WHAT THE TASK REQUIRES — Please copy every line below that contains the string "lines".

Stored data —
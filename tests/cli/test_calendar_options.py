"""The team-calendar options of ``nlnorm normalize`` and ``nlnorm batch``: --sprints,
--sprint-end, --team, --fiscal-start, --fiscal-name, --holidays.

Checked against: the invented demo sprint table (examples/demo/sprints.csv, read directly);
the holidays package (25 December 2026 is a public holiday in the US); CLDR week data via babel
(Saturday/Sunday weekend for en).
"""

from __future__ import annotations

import json
from pathlib import Path

from nlnorm.cli import _parser
from tests.cli.test_normalize import CLOCK, ROOT, cli, mention

SPRINTS = ROOT / "examples" / "demo" / "sprints.csv"


def test_the_calendar_options_are_exactly_these():
    for command in ("normalize", "batch"):
        sub = _parser()._subparsers._group_actions[0].choices[command]  # type: ignore[union-attr]
        group = next(g for g in sub._action_groups if g.title == "team calendars")
        flags = sorted(f for a in group._group_actions for f in a.option_strings)
        assert flags == ["--fiscal-name", "--fiscal-start", "--holidays", "--sprint-end", "--sprints", "--team"]


def test_sprints_from_a_csv_file(capsys):
    m = mention(capsys, "what slipped from the last sprint", "--sprints", str(SPRINTS), "--lang", "en")
    assert m["kind"] == "sprint"
    assert (m["start"], m["end"]) == ("2026-11-09T00:00:00+01:00", "2026-11-21T00:00:00+01:00")  # Skelmoor


def test_sprint_end_exclusive_reads_end_as_the_day_after(tmp_path: Path, capsys):
    table = tmp_path / "sprints.json"
    table.write_text(json.dumps([{"name": "Brackenrill", "start": "2026-11-23", "end": "2026-12-05"}]))
    m = mention(capsys, "this sprint", "--sprints", str(table), "--sprint-end", "exclusive", "--lang", "en")
    assert m["end"] == "2026-12-05T00:00:00+01:00"


def test_a_bad_sprint_table_names_the_row(tmp_path: Path, capsys):
    table = tmp_path / "sprints.csv"
    table.write_text("name,start,end\nOxbeck,2026-10-05,2026-10-16\nTarnwell,2026-10-30,2026-10-19\n")
    code, out, err = cli(capsys, "normalize", "this sprint", *CLOCK, "--sprints", str(table))
    assert code == 2 and out == ""
    assert "row 2 of sprints.csv" in err and "ends before it starts" in err


def test_an_unknown_team_is_refused_with_the_known_ones(capsys):
    code, _, err = cli(capsys, "normalize", "this sprint", *CLOCK, "--sprints", str(SPRINTS), "--team", "Wrenfeld")
    assert code == 2 and "team='Wrenfeld' has no sprint" in err and "'Wrenfold'" in err


def test_a_team_without_a_sprint_table_is_refused(capsys):
    code, _, err = cli(capsys, "normalize", "this sprint", *CLOCK, "--team", "Wrenfold")
    assert code == 2 and "--team needs --sprints FILE" in err


def test_fiscal_start_and_name(capsys):
    m = mention(capsys, "releases in FY27", "--fiscal-start", "02", "--lang", "en")
    assert (m["start"], m["end"]) == ("2026-02-01T00:00:00+01:00", "2027-02-01T00:00:00+01:00")
    m = mention(capsys, "releases in FY27", "--fiscal-start", "02", "--fiscal-name", "start", "--lang", "en")
    assert (m["start"], m["end"]) == ("2027-02-01T00:00:00+01:00", "2028-02-01T00:00:00+01:00")


def test_fiscal_name_without_fiscal_start_is_refused(capsys):
    code, _, err = cli(capsys, "normalize", "FY27", *CLOCK, "--fiscal-name", "start")
    assert code == 2 and "--fiscal-name needs --fiscal-start" in err


def test_holidays_skip_public_holidays(capsys):
    # Source: holidays package (US: Christmas Day, Friday 25 December 2026).
    options = ["--now", "2026-12-24T10:00", "--tz", "America/New_York", "--lang", "en"]
    code, out, err = cli(capsys, "normalize", "next business day", *options, "--holidays", "US")
    m = json.loads(out)["mentions"][0]
    assert m["start"] == "2026-12-28T00:00:00-05:00"
    code, out, err = cli(capsys, "normalize", "next business day", *options)
    assert json.loads(out)["mentions"][0]["start"] == "2026-12-25T00:00:00-05:00"
    code, _, err = cli(capsys, "normalize", "next business day", *options, "--holidays", "XX")
    assert code == 2 and "no public-holiday calendar for country 'XX'" in err


def test_batch_takes_the_calendar_options(tmp_path: Path, capsys):
    log = tmp_path / "log.jsonl"
    log.write_text('{"text": "bugs opened since sprint 47"}\n{"text": "Q1 FY27"}\n')
    code, out, _ = cli(capsys, "batch", str(log), *CLOCK, "--sprints", str(SPRINTS), "--fiscal-start", "02",
                       "--lang", "en")
    lines = [json.loads(x) for x in out.splitlines()]
    assert code == 0 and len(lines) == 2
    assert lines[0]["mentions"][0]["start"] == "2026-10-19T00:00:00+02:00"  # Tarnwell
    assert lines[1]["mentions"][0]["start"] == "2026-02-01T00:00:00+01:00"
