R18 = [
    case("R18-it-14-marzo-2025", "Cosa è stato rilasciato il 14 marzo 2025?", "il 14 marzo 2025", "R18",
         day(date(2025, 3, 14)), "2025-03-14"),
    case("R18-it-lunedi-14-marzo-2022", "Incidente di lunedì 14 marzo 2022", "lunedì 14 marzo 2022", "R18",
         day(date(2022, 3, 14))),
    case("R18-it-il-1-grado-marzo-2026", "Ticket creati il 1° marzo 2026", "il 1° marzo 2026", "R18",
         day(date(2026, 3, 1))),
    case("R18-it-ISO", "Deploy del 2025-03-14", "2025-03-14", "R18", day(date(2025, 3, 14))),
    case("R18-it_IT-numeric-day-first", "Corretto il 14/03/2025", "14/03/2025", "R18",
         day(read_numeric(14, 3, 2025, "it_IT")), locale="it_IT"),
    case("R18-it_IT-numeric-ambiguous-day-first", "Corretto il 03/04/2026", "03/04/2026", "R18",
         day(read_numeric(3, 4, 2026, "it_IT")), alts=(alt("R18", "date_order=MDY", day(date(2026, 3, 4))),),
         locale="it_IT"),
    case("R18-it_CH-numeric-with-dots-day-first", "Corretto il 03.04.2026", "03.04.2026", "R18",
         day(read_numeric(3, 4, 2026, "it_CH")), alts=(alt("R18", "date_order=MDY", day(date(2026, 3, 4))),),
         locale="it_CH"),
    case("R18-it-en_US-locale-reads-month-first", "Corretto il 03/04/2026", "03/04/2026", "R18",
         day(read_numeric(3, 4, 2026, "en_US")), alts=(alt("R18", "date_order=DMY", day(date(2026, 4, 3))),),
         locale="en_US"),
    case("R18-it-date-order-policy-flips", "Corretto il 03/04/2026", "03/04/2026", "R18",
         day(date(2026, 3, 4)), alts=(alt("R18", "date_order=DMY", day(date(2026, 4, 3))),),
         locale="it_IT", date_order="MDY"),
]

R19 = [
    case("R19-it-marzo-2026", "Bug di marzo 2026", "marzo 2026", "R19", month(2026, 3), "2026-03"),
    case("R19-it-marzo-del-2026", "Bug di marzo del 2026", "marzo del 2026", "R19", month(2026, 3)),
    case("R19-it-Q3-2025", "Fatturato Q3 2025", "Q3 2025", "R19", quarter(2025, 3), "2025-Q3"),
    case("R19-it-il-terzo-trimestre-del-2025", "Velocity del terzo trimestre del 2025",
         "terzo trimestre del 2025", "R19", quarter(2025, 3)),
    case("R19-it-il-primo-semestre-2026", "Budget del primo semestre 2026", "primo semestre 2026",
         "R19", half(2026, 1), "2026-H1"),
    case("R19-it-la-prima-meta-del-2026", "Roadmap della prima metà del 2026", "prima metà del 2026",
         "R19", half(2026, 1)),
    case("R19-it-H2-2025", "Incidenti H2 2025", "H2 2025", "R19", half(2025, 2), "2025-H2"),
]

EXERCISE SOLUTION —
    lines = [json.loads(x) for x in out.splitlines()]
    assert code == 0 and len(lines) == 2
    assert lines[0]["mentions"][0]["start"] == "2026-10-19T00:00:00+02:00"  # Tarnwell
    assert lines[1]["mentions"][0]["start"] == "2026-02-01T00:00:00+01:00"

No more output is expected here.